__TASK PROMPT__:
Check every line below for the word "wall" and show those that hold it.

__EXERCISE MATERIALS__:
__________________________________________________
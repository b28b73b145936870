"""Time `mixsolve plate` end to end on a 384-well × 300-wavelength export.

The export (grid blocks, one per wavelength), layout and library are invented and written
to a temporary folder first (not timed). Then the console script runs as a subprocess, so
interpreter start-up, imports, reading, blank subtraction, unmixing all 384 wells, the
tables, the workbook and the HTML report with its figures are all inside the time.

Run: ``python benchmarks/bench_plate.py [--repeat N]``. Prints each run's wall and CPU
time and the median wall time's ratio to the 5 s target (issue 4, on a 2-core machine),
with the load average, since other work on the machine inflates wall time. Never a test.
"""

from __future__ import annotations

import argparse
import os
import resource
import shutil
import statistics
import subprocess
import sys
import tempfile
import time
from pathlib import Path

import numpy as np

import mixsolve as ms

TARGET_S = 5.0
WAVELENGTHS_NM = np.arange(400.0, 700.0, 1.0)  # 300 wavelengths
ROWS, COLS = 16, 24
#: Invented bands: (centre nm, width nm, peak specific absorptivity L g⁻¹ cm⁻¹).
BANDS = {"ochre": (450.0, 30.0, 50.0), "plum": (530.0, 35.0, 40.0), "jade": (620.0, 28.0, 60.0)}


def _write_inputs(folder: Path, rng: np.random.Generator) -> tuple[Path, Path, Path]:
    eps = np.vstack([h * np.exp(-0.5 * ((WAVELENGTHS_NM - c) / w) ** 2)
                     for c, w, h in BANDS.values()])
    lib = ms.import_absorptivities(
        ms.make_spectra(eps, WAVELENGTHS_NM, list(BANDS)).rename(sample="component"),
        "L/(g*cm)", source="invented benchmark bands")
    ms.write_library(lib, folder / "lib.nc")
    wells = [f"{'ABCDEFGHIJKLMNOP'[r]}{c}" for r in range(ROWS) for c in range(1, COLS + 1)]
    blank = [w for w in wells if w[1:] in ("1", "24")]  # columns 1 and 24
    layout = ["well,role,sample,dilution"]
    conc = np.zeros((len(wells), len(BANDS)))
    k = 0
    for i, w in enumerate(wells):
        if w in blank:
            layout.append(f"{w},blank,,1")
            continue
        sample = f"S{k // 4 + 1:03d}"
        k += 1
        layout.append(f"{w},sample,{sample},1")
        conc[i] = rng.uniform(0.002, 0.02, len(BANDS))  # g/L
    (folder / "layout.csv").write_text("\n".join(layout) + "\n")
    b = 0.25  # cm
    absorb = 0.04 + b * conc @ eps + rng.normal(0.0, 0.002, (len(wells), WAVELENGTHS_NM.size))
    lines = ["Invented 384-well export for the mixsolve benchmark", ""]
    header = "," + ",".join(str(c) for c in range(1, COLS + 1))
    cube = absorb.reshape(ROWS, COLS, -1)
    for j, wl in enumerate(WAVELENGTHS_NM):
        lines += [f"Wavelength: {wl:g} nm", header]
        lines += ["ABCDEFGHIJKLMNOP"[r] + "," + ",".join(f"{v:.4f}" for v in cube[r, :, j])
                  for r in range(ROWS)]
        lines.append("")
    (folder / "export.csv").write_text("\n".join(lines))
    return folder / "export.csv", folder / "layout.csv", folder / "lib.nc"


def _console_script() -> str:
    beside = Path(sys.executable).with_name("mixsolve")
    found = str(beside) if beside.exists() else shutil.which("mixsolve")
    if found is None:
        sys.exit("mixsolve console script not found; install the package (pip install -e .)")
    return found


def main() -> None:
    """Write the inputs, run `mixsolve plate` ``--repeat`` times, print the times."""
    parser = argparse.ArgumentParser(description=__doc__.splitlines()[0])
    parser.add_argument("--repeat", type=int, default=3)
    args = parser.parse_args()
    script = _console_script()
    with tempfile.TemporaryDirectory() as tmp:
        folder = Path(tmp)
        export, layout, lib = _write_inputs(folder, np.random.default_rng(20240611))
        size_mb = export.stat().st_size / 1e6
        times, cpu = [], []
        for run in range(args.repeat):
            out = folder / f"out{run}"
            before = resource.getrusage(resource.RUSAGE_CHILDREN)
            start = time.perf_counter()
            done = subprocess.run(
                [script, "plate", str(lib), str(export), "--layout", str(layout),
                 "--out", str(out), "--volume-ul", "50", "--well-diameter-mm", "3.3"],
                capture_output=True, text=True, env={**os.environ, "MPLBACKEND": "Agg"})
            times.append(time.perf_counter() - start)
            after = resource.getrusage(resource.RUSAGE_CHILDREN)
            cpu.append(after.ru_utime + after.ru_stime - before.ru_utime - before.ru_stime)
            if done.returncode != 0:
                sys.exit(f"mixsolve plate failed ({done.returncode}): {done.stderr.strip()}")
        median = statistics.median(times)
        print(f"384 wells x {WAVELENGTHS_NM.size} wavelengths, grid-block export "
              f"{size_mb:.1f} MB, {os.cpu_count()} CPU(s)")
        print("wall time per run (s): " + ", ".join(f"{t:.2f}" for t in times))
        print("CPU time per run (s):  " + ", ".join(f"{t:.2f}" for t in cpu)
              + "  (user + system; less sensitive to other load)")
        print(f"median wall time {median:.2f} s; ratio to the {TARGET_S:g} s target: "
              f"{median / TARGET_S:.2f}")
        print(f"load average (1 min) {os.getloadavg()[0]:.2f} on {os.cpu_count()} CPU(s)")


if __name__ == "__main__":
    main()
__________________________________________________
__EXERCISE RESULT__:
Run: ``python benchmarks/bench_plate.py [--repeat N]``. Prints each run's wall and CPU
time and the median wall time's ratio to the 5 s target (issue 4, on a 2-core machine),
with the load average, since other work on the machine inflates wall time. Never a test.
        print("wall time per run (s): " + ", ".join(f"{t:.2f}" for t in times))
        print(f"median wall time {median:.2f} s; ratio to the {TARGET_S:g} s target: "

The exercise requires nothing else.